The audience for this notebook are software engineers (SWE) with limited experience in machine learning (ML).
One should be familar with:
- Python 3.X
- Google Cloud Platform (GCP) and using GCP buckets.
- Concept of Natural Language Processing for Sentiment Analysis.
This notebook using the Kaggle dataset for PetFinder Adoption Prediction, located at:
https://www.kaggle.com/c/petfinder-adoption-prediction/data
From the Kaggle web page, you will need to select the Download for train_sentiment_zip. Once downloaded to your laptop, you will need to unzip the folder. Once unzipped, there will be a subfolder named train_sentiment, which will contain several JSON files, each of which is a subset of instances (examples).
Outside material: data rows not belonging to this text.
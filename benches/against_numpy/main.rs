//! The exact survey path against a vectorised numpy and scipy script that does the same work, on the same cores:
//! `cargo bench --bench against_numpy`. Needs `python3` with numpy and scipy (`THORNMAP_PYTHON` names another one).
//!
//! Both sides survey the same channels with the same record, window, band and outputs; runs alternate, and a figure is
//! the median of the ratios of paired runs. The levels and noise of both sides are compared channel by channel.

#![allow(clippy::print_stdout, clippy::print_stderr, reason = "a bench prints what it measured")]
#![allow(clippy::unwrap_used, reason = "a bench fails by panicking")]

mod script;
mod survey;

use std::process::ExitCode;
use std::time::Instant;

use script::{Found, Script};
use survey::{Job, Transform};

/// Paired runs of each comparison.
const PAIRS: usize = 7;
/// Channels of one run.
const CHANNELS: usize = 192;
/// Channels of one run on one core beside the bare transform.
const ALONE: usize = 64;
/// Channels, and transforms, in a row.
const TURN: usize = 8;
/// Largest difference of levels and noise between both sides \[dB\]: rounding on levels near −60 dBc, where the
/// strongest bin is some 100 dB higher, stays far below.
const TOLERANCE_DB: f64 = 1e-6;

fn main() -> ExitCode {
    let job = Job::new(CHANNELS);
    println!("{}", job.describe());
    beside_the_transform(&job);
    let mut script = match Script::start(&job) {
        Ok(script) => script,
        Err(reason) => {
            eprintln!("no comparison with numpy: {reason}");
            return ExitCode::from(2);
        }
    };
    println!("\nagainst {} on {} cores, {CHANNELS} channels a run:", script.versions, job.cores());
    let agree = compare_numbers(&job, &mut script);
    for (route, what) in [
        ("output", "script through the divider's outputs"),
        ("residue", "script with the short cut over the third residue"),
    ] {
        let mut ratios = Vec::new();
        let (mut ours, mut theirs) = (Vec::new(), Vec::new());
        for _ in 0..PAIRS {
            let theirs_s = script.time(route);
            let ours_s = seconds(|| drop(job.survey()));
            ratios.push(theirs_s / ours_s);
            ours.push(ours_s);
            theirs.push(theirs_s);
        }
        let per_channel = |times: &mut Vec<f64>| 1e3 * median(times) / CHANNELS as f64;
        println!(
            "  exact path is {:5.1} x the {what} ({:.3} and {:.3} ms a channel; ratios {:.1} … {:.1})",
            median(&mut ratios),
            per_channel(&mut ours),
            per_channel(&mut theirs),
            ratios[0],
            ratios[PAIRS - 1],
        );
    }
    println!(
        "  scipy's real FFT of the record alone takes {:.2} x ours",
        script.transform_s() / Transform::new(&job).shortest_s(30)
    );
    if agree { ExitCode::SUCCESS } else { ExitCode::FAILURE }
}

/// Compares a channel on one core with the bare transform of its record.
fn beside_the_transform(job: &Job) {
    let mut transform = Transform::new(job);
    let mut worker = job.worker();
    let (mut ratios, mut bare) = (Vec::new(), Vec::new());
    for _ in 0..PAIRS {
        // A few of each in turn: what else the machine does falls on both, and each finds its own buffers in the cache.
        let (mut transforms_s, mut channels_s) = (Vec::new(), Vec::new());
        for group in job.channels()[..ALONE].chunks(TURN) {
            transforms_s.extend(group.iter().map(|_| transform.seconds()));
            for channel in group {
                channels_s.push(seconds(|| {
                    std::hint::black_box(job.channel(channel, &mut worker));
                }));
            }
        }
        ratios.push(median(&mut channels_s) / median(&mut transforms_s));
        bare.push(median(&mut transforms_s));
    }
    println!(
        "one channel on one core takes {:.2} x the bare real FFT of its record ({:.3} ms; ratios {:.2} … {:.2})",
        median(&mut ratios),
        1e3 * median(&mut bare),
        ratios[0],
        ratios[PAIRS - 1],
    );
}

/// Prints the largest differences of levels and noise; returns whether they are within the tolerance.
fn compare_numbers(job: &Job, script: &mut Script) -> bool {
    let ours = job.survey();
    let mut agree = true;
    for route in ["output", "residue"] {
        let theirs = script.show(route);
        assert_eq!(ours.len(), theirs.len(), "one result for each channel");
        let (mut worst_db, mut lines) = (0.0f64, 0);
        for (ours, Found { levels, noise_rad }) in ours.iter().zip(&theirs) {
            let known = ours.levels_dbc.iter().flatten().count();
            assert_eq!(known, levels.len(), "the same lines lie in the band");
            for (harmonic, level_dbc) in levels {
                let own = ours.levels_dbc[harmonic - 1].expect("the same lines lie in the band");
                worst_db = worst_db.max((own - level_dbc).abs());
                lines += 1;
            }
            worst_db = worst_db.max(20.0 * (ours.noise_rad / noise_rad).log10().abs());
        }
        assert!(lines > CHANNELS, "only {lines} lines were compared");
        let verdict = if worst_db <= TOLERANCE_DB { "equal" } else { "NOT EQUAL" };
        println!(
            "  {lines} levels and {} noise figures are {verdict} within {TOLERANCE_DB:e} dB ({route}: worst {worst_db:.1e} dB)",
            theirs.len()
        );
        agree &= worst_db <= TOLERANCE_DB;
    }
    agree
}

/// Returns the seconds that something takes.
fn seconds(work: impl FnOnce()) -> f64 {
    let begin = Instant::now();
    work();
    begin.elapsed().as_secs_f64()
}

/// Sorts and returns the middle of an odd number of values.
fn median(values: &mut [f64]) -> f64 {
    values.sort_by(f64::total_cmp);
    values[values.len() / 2]
}
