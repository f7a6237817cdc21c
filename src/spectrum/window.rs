//! Windows for records that are no whole period.

use std::f64::consts::TAU;

use serde::Serialize;

/// Weights over a record.
#[derive(Debug, Clone, Copy, PartialEq, Eq, Hash, Serialize)]
#[serde(rename_all = "kebab-case")]
pub enum Window {
    /// No weighting: for whole periods only.
    Rectangular,
    /// `0.5 − 0.5·cos`: sidelobes −31 dB, falling 18 dB/octave. Narrow; enough for orders 1 and 2.
    Hann,
    /// Four cosine terms with a continuous third derivative (Nuttall 1981): sidelobes −82.6 dB, falling 30 dB/octave,
    /// which is steeper than the 24 dB/octave at which the phase of an order-5 modulator rises.
    FourTerm,
}

/// Coefficients from memory of Nuttall 1981, "Some windows with very good sidelobe behavior"; the tests check the two
/// conditions that define them: value and second derivative vanish at the ends.
const FOUR_TERM: [f64; 4] = [0.338_946, 0.481_973, 0.161_054, 0.018_027];

impl Window {
    /// Returns the alternating cosine coefficients `a_0 − a_1·cos + a_2·cos 2 − …`.
    const fn coefficients(self) -> &'static [f64] {
        match self {
            Self::Rectangular => &[1.0],
            Self::Hann => &[0.5, 0.5],
            Self::FourTerm => &FOUR_TERM,
        }
    }

    /// Returns the weights of a periodic window, `length` numbers of 0 … 1.
    #[must_use]
    pub fn weights(self, length: usize) -> Vec<f64> {
        let coefficients = self.coefficients();
        (0..length)
            .map(|n| {
                let mut weight = 0.0;
                let mut sign = 1.0;
                for (order, coefficient) in coefficients.iter().enumerate() {
                    // The integer product keeps the argument within one turn.
                    let turn = ((order * n) % length) as f64 / length as f64;
                    weight += sign * coefficient * (TAU * turn).cos();
                    sign = -sign;
                }
                weight
            })
            .collect()
    }

    /// Returns the noise-equivalent bandwidth in bins, `L·Σw²/(Σw)²`: 1, 1.5 and 2.1253.
    #[must_use]
    pub fn noise_bandwidth_bins(self) -> f64 {
        let coefficients = self.coefficients();
        let mean_square: f64 = coefficients[0].powi(2) + coefficients[1..].iter().map(|a| a * a / 2.0).sum::<f64>();
        mean_square / coefficients[0].powi(2)
    }

    /// Returns half the width of the main lobe in bins: a line spreads over this many bins to each side.
    #[must_use]
    pub const fn half_lobe_bins(self) -> usize {
        self.coefficients().len()
    }

    /// Returns the step between averaged segments: half a segment, a third for the narrow four-term weights.
    #[must_use]
    pub const fn hop(self, segment: usize) -> usize {
        match self {
            Self::Rectangular => segment,
            Self::Hann => segment.div_ceil(2),
            Self::FourTerm => segment.div_ceil(3),
        }
    }
}

#[cfg(test)]
mod tests {
    use super::*;

    #[test]
    fn the_noise_bandwidth_is_that_of_the_weights() {
        for (window, known) in [(Window::Rectangular, 1.0), (Window::Hann, 1.5), (Window::FourTerm, 2.1253)] {
            let weights = window.weights(4096);
            let sum: f64 = weights.iter().sum();
            let squares: f64 = weights.iter().map(|w| w * w).sum();
            assert!((4096.0 * squares / (sum * sum) - window.noise_bandwidth_bins()).abs() < 1e-12, "{window:?}");
            assert!((window.noise_bandwidth_bins() - known).abs() < 5e-5, "{window:?}");
        }
    }

    #[test]
    fn the_four_terms_meet_their_end_conditions() {
        let [a0, a1, a2, a3] = FOUR_TERM;
        assert!((a0 - a1 + a2 - a3).abs() < 1e-12);
        assert!((-a1 + 4.0 * a2 - 9.0 * a3).abs() < 1e-12);
        assert!((a0 + a1 + a2 + a3 - 1.0).abs() < 1e-12);
    }
}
Each instance will contain:
text.content - text description by the owner
sentiment.score - how favorable the description is (between 0 and 1 in increments of 0.1
The objective of this tutorial is to learn how to use the AutoML API to train a model for sentiment analysis, deploy the model and do predictions using a gRPC or REST API interface.
This tutorial uses billable components of AutoML Language.
Learn about AutoML Language Pricing
If you are using Colab or AI Platform Notebooks, your environment already meets all the requirements to run this notebook. You can skip this step.
Otherwise, make sure your environment meets this notebook's requirements. You need the following:
The Google Cloud guide to Setting up a Python development environment and the Jupyter installation guide provide detailed instructions for meeting these requirements. The following steps provide a condensed set of instructions:
Install AutoML SDK using the pip install google-cloud-automl
command in a shell.
Install virtualenv and create a virtual environment that uses Python 3.
Activate that environment and run pip install jupyter
in a shell to install
Jupyter.
Run jupyter notebook
in a shell to launch Jupyter.
Open this notebook in the Jupyter Notebook Dashboard.
The following steps are required, regardless of your notebook environment.
Enter your project ID in the cell below. Then run the cell to make sure the Cloud SDK uses the right project for all the commands in this notebook.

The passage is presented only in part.